* **SUPPLIED MATERIAL**
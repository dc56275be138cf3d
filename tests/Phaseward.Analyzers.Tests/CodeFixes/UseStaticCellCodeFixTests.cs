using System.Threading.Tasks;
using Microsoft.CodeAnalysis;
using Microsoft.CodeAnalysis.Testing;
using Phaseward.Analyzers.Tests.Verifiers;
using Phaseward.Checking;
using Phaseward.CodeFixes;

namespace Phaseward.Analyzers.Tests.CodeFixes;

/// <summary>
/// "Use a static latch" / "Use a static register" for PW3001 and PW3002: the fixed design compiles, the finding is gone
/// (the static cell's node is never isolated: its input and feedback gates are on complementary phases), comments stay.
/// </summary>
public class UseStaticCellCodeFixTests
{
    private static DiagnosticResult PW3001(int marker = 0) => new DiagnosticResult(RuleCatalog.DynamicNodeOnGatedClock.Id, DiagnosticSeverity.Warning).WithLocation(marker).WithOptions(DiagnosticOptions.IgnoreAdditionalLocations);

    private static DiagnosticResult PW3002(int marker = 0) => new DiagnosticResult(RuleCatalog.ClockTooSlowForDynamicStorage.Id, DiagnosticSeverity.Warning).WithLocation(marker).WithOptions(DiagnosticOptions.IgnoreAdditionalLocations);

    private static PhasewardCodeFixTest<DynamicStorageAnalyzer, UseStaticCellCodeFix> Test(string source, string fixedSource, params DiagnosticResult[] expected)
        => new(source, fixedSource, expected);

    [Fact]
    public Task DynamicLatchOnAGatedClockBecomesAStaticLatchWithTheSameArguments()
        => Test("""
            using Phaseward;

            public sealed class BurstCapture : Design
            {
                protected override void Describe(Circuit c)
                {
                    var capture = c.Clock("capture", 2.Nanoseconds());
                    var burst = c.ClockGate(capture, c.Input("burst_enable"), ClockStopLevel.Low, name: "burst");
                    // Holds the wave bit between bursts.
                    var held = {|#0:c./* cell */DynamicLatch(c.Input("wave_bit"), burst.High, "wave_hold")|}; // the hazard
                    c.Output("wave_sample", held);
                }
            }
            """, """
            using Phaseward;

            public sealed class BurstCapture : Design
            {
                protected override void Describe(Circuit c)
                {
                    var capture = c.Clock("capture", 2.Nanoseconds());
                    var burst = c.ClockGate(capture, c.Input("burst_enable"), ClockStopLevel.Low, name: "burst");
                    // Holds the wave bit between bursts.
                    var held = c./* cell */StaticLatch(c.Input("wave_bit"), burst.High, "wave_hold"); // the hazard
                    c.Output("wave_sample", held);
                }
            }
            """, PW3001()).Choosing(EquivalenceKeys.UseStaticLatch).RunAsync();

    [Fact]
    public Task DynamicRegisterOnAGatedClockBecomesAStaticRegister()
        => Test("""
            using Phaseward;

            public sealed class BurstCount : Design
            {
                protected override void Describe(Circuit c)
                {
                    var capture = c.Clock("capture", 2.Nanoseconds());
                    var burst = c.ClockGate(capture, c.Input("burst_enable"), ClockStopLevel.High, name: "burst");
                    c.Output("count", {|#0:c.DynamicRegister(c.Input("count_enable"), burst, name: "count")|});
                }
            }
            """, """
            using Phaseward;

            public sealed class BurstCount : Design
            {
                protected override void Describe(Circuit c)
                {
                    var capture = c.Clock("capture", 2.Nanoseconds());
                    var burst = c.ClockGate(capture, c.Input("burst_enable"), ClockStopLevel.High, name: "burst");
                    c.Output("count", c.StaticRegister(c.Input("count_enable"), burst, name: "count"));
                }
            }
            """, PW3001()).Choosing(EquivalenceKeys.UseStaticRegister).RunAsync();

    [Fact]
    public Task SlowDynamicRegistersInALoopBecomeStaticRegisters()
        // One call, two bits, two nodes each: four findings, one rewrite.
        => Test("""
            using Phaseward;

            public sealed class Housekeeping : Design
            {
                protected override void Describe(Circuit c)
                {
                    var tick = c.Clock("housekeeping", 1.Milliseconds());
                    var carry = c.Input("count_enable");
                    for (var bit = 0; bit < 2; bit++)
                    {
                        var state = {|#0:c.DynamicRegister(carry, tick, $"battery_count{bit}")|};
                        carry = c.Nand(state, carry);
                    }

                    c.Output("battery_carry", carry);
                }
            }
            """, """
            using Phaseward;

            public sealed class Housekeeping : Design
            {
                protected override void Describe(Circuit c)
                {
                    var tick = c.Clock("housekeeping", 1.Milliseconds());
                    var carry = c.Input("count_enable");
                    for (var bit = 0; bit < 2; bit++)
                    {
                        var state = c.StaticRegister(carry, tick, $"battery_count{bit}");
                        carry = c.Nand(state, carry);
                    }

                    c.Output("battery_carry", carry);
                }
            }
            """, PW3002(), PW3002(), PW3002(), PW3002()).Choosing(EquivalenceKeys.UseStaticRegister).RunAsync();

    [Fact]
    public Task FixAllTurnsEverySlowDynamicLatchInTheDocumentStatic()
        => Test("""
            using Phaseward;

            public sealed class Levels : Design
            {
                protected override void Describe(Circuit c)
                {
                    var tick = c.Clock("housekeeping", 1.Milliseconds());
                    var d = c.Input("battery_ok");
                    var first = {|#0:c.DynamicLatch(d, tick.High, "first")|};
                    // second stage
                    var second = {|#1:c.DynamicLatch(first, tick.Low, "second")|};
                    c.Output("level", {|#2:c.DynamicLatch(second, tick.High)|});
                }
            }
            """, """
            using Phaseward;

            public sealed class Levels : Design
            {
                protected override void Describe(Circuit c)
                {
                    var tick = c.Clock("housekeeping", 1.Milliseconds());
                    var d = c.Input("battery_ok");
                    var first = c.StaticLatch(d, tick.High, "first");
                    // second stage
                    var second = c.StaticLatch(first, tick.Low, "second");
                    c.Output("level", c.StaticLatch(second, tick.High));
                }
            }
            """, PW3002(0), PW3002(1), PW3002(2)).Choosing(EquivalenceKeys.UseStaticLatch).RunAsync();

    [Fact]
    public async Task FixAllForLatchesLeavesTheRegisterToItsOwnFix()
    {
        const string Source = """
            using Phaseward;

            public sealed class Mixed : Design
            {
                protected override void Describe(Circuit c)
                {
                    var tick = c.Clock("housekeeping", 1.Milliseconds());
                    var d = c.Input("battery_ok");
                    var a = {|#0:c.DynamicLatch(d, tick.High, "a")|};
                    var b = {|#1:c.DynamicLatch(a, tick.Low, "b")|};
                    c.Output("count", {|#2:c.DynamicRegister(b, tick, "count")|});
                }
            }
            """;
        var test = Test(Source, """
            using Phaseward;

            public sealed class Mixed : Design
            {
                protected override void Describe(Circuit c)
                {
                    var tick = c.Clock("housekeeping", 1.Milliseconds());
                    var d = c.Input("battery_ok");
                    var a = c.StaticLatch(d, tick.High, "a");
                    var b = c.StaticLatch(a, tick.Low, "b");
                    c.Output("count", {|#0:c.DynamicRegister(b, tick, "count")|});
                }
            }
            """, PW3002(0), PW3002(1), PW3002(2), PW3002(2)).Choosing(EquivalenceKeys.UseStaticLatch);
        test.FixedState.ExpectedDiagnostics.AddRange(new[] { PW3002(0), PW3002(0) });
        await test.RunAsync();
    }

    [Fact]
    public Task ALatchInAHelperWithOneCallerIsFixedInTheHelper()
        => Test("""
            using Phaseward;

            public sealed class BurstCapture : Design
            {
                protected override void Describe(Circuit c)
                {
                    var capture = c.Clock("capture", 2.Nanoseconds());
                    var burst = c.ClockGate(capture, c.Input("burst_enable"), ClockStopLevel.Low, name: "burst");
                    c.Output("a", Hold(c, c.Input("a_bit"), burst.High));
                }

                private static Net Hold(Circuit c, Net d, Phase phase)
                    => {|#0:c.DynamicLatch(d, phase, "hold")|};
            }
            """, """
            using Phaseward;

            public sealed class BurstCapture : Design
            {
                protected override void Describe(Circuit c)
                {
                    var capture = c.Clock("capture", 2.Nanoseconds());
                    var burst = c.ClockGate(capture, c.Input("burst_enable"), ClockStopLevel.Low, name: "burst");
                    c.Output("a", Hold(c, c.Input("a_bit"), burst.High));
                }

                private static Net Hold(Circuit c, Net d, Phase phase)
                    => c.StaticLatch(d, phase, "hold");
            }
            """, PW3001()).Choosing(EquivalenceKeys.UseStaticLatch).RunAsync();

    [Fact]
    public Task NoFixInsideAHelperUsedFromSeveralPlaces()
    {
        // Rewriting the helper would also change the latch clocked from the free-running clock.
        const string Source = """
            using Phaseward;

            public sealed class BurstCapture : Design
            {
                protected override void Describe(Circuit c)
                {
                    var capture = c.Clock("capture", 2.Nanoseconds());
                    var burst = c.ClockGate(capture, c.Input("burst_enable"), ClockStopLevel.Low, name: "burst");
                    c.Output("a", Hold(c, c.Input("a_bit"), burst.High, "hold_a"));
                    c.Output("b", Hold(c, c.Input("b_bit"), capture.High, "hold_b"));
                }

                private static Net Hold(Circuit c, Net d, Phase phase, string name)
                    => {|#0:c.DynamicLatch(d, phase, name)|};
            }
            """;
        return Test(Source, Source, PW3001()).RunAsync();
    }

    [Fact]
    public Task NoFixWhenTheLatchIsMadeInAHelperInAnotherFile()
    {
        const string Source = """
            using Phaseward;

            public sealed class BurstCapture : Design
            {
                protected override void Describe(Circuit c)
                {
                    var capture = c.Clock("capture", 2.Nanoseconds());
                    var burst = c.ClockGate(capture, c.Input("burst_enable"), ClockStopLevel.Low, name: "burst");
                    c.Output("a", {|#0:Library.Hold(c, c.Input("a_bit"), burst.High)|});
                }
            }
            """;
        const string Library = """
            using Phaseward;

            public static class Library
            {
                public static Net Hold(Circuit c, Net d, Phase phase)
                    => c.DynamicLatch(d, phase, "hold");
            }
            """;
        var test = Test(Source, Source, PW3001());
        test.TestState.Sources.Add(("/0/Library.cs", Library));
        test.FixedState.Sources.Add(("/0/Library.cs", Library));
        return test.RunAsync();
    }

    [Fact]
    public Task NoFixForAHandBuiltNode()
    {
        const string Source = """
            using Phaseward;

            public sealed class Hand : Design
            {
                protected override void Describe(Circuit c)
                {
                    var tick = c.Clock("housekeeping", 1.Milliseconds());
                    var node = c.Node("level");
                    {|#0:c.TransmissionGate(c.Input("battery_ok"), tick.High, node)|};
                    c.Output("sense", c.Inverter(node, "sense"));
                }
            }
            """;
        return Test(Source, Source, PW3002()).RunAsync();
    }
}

...

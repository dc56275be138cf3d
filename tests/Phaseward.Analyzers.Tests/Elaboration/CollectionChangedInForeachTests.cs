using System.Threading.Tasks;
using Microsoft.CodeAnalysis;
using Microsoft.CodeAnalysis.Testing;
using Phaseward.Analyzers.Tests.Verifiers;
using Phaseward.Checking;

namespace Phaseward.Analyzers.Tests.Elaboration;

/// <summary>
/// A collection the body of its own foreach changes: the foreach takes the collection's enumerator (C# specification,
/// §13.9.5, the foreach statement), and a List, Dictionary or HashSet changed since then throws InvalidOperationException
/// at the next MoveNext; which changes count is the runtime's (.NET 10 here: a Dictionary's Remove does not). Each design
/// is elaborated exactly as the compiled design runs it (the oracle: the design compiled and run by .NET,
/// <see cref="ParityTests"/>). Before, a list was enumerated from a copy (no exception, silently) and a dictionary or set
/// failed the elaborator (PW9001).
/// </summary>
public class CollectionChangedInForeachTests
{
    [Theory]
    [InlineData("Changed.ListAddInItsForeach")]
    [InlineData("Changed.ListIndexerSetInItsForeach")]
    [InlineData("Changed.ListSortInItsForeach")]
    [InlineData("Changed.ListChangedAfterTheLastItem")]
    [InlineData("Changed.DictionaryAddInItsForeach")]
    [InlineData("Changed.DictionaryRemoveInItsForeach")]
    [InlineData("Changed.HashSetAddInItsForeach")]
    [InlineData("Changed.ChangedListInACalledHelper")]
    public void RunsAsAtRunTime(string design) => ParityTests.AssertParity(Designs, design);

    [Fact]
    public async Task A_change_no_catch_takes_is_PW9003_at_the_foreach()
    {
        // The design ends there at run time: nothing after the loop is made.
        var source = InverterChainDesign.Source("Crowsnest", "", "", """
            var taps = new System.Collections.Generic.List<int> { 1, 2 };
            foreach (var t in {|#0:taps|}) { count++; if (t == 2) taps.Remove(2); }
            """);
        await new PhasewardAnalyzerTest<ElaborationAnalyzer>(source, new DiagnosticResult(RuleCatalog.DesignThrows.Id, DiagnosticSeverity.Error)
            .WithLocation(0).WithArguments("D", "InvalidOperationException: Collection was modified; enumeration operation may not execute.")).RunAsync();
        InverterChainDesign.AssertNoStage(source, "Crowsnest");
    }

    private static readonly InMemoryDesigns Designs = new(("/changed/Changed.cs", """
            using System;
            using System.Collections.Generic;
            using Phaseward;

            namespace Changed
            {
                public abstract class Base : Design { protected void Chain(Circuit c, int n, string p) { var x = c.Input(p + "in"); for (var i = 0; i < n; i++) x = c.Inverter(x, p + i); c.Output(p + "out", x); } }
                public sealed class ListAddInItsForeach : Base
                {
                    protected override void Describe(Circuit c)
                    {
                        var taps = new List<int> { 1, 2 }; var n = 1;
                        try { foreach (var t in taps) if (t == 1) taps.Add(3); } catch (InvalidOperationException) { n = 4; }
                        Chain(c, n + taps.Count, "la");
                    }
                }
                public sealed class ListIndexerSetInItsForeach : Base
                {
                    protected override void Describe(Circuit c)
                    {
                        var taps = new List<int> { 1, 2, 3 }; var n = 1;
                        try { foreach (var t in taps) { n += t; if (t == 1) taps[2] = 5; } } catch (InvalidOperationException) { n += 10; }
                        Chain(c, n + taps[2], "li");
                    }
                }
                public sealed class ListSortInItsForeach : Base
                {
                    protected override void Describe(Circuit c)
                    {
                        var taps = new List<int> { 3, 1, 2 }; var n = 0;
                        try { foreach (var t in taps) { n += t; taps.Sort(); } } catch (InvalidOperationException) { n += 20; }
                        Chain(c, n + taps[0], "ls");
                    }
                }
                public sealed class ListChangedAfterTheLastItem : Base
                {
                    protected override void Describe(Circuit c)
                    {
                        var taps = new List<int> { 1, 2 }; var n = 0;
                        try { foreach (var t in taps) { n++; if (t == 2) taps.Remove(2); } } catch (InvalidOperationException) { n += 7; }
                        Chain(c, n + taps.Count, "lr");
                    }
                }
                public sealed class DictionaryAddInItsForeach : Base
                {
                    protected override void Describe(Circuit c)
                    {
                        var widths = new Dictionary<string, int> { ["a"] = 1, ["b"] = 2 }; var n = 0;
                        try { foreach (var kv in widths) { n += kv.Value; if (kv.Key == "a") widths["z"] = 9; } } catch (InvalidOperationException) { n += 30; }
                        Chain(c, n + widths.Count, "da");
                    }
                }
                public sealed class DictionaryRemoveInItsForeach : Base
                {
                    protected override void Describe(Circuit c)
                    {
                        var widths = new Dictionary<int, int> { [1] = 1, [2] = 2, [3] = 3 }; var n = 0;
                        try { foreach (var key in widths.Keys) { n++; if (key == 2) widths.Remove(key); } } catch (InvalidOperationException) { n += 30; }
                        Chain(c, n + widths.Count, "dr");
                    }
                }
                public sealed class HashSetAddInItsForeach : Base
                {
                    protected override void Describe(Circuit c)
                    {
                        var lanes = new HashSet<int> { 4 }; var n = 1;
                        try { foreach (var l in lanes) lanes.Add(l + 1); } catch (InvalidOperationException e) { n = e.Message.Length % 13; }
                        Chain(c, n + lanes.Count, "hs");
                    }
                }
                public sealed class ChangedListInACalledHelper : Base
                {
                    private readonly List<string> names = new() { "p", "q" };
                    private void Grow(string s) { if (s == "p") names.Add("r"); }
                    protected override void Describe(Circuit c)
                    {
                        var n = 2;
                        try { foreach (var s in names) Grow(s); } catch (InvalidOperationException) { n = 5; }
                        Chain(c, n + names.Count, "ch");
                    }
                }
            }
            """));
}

* * *

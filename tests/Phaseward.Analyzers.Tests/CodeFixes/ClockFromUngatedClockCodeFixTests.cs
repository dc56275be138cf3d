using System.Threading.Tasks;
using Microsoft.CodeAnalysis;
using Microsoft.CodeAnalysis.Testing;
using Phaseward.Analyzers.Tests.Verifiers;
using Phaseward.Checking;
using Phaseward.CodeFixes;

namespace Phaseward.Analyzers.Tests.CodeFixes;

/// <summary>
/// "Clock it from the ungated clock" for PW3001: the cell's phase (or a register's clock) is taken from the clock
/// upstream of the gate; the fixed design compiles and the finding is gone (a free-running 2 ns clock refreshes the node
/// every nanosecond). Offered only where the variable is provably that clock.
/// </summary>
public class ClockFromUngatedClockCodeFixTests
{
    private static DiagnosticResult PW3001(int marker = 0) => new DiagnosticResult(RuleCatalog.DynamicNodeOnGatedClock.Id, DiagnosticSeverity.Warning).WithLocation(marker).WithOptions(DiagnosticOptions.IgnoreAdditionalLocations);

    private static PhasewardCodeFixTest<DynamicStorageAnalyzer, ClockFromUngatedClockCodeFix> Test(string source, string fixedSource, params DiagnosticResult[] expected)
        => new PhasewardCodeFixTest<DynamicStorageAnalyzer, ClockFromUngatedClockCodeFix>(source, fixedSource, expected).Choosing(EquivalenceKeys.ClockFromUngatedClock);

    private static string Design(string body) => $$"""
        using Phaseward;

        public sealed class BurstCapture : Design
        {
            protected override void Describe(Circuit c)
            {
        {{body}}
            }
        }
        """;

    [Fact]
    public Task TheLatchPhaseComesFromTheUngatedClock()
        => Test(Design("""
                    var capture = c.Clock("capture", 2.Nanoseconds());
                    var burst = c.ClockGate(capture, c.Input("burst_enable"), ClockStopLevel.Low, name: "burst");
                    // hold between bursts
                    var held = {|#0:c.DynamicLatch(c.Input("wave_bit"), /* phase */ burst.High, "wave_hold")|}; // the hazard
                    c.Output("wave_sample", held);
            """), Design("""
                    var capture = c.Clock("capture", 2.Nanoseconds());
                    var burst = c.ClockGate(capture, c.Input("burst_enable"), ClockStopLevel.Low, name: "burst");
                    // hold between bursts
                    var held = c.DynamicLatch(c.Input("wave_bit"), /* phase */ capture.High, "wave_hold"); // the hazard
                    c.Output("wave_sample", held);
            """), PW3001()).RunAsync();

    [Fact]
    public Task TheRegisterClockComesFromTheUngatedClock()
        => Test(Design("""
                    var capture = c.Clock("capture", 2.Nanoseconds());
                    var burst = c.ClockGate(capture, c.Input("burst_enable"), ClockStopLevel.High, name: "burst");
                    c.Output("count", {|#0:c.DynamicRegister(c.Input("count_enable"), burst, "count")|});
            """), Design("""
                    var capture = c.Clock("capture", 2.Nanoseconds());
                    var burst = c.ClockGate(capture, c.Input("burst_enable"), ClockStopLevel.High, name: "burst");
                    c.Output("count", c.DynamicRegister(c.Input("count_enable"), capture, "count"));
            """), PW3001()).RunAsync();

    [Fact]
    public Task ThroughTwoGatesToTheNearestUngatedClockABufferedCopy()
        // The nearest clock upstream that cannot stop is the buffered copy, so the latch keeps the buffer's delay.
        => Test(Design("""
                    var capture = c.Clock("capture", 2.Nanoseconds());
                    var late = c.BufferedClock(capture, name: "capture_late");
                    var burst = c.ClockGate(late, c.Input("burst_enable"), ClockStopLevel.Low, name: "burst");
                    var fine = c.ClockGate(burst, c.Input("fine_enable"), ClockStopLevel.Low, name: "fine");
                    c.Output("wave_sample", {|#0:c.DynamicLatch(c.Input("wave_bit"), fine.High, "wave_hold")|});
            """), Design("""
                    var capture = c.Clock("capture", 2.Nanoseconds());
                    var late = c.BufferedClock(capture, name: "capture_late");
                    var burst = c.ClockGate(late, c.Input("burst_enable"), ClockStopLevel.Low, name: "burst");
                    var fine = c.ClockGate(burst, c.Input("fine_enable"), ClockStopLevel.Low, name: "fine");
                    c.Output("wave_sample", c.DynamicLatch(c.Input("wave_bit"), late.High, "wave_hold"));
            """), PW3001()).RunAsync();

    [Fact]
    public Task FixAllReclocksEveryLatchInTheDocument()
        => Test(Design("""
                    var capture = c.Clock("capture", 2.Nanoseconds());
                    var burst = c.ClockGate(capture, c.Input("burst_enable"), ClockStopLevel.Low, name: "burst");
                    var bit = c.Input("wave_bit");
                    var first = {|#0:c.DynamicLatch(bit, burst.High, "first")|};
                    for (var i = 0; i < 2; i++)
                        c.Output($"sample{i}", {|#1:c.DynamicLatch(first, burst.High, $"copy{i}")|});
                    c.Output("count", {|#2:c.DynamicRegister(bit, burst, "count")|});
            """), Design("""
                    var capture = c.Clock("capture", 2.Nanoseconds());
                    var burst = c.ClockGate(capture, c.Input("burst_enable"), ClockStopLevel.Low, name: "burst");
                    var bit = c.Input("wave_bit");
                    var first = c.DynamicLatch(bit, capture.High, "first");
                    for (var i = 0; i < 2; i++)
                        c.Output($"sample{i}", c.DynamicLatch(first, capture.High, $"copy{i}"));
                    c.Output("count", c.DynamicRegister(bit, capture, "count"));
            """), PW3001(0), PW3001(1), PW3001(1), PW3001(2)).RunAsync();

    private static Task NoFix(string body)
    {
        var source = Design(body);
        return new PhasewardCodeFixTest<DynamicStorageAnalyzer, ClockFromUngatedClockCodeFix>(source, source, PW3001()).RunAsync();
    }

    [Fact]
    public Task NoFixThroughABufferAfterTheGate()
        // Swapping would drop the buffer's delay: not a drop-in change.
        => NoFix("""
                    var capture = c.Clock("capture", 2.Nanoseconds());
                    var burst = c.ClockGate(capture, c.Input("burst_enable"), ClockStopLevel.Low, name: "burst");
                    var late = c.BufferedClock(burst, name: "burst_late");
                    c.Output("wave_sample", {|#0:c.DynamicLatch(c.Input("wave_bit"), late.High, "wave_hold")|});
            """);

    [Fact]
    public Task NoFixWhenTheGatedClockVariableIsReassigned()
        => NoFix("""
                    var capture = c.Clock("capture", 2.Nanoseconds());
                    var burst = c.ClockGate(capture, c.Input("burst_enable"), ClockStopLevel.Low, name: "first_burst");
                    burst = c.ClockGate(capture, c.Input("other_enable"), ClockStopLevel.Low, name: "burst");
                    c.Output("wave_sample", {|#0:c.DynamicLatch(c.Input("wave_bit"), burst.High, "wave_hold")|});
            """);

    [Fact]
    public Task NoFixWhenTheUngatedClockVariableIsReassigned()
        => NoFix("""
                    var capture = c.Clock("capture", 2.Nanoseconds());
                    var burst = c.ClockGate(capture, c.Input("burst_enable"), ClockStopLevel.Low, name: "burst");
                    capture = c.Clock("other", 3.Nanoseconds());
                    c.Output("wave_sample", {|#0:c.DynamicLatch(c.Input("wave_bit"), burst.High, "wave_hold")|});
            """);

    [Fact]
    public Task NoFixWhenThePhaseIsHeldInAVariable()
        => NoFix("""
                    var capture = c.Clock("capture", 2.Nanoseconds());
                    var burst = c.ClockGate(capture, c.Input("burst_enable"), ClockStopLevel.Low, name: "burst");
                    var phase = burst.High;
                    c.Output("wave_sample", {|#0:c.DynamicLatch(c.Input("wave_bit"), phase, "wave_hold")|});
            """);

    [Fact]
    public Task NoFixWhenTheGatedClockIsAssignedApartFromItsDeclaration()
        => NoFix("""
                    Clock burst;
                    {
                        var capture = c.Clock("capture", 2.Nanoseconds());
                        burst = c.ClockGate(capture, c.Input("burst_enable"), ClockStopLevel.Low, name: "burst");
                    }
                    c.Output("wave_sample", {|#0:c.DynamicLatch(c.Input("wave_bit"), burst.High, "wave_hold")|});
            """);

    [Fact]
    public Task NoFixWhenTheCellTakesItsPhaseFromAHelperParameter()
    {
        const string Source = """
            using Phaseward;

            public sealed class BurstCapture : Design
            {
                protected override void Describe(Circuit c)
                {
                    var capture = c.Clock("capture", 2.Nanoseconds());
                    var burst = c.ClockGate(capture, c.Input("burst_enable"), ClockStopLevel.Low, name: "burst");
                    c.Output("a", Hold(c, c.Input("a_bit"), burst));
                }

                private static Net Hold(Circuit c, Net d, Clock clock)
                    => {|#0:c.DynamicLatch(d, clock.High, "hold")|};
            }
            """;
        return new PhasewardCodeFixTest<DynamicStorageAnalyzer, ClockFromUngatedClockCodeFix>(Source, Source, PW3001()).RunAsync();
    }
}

* **EXERCISE GOAL**
Which of the lines above carry the string "ListAddInItsForeach"? Copy every one.

* **WRITTEN SOLUTION**
    [InlineData("Changed.ListAddInItsForeach")]
                public sealed class ListAddInItsForeach : Base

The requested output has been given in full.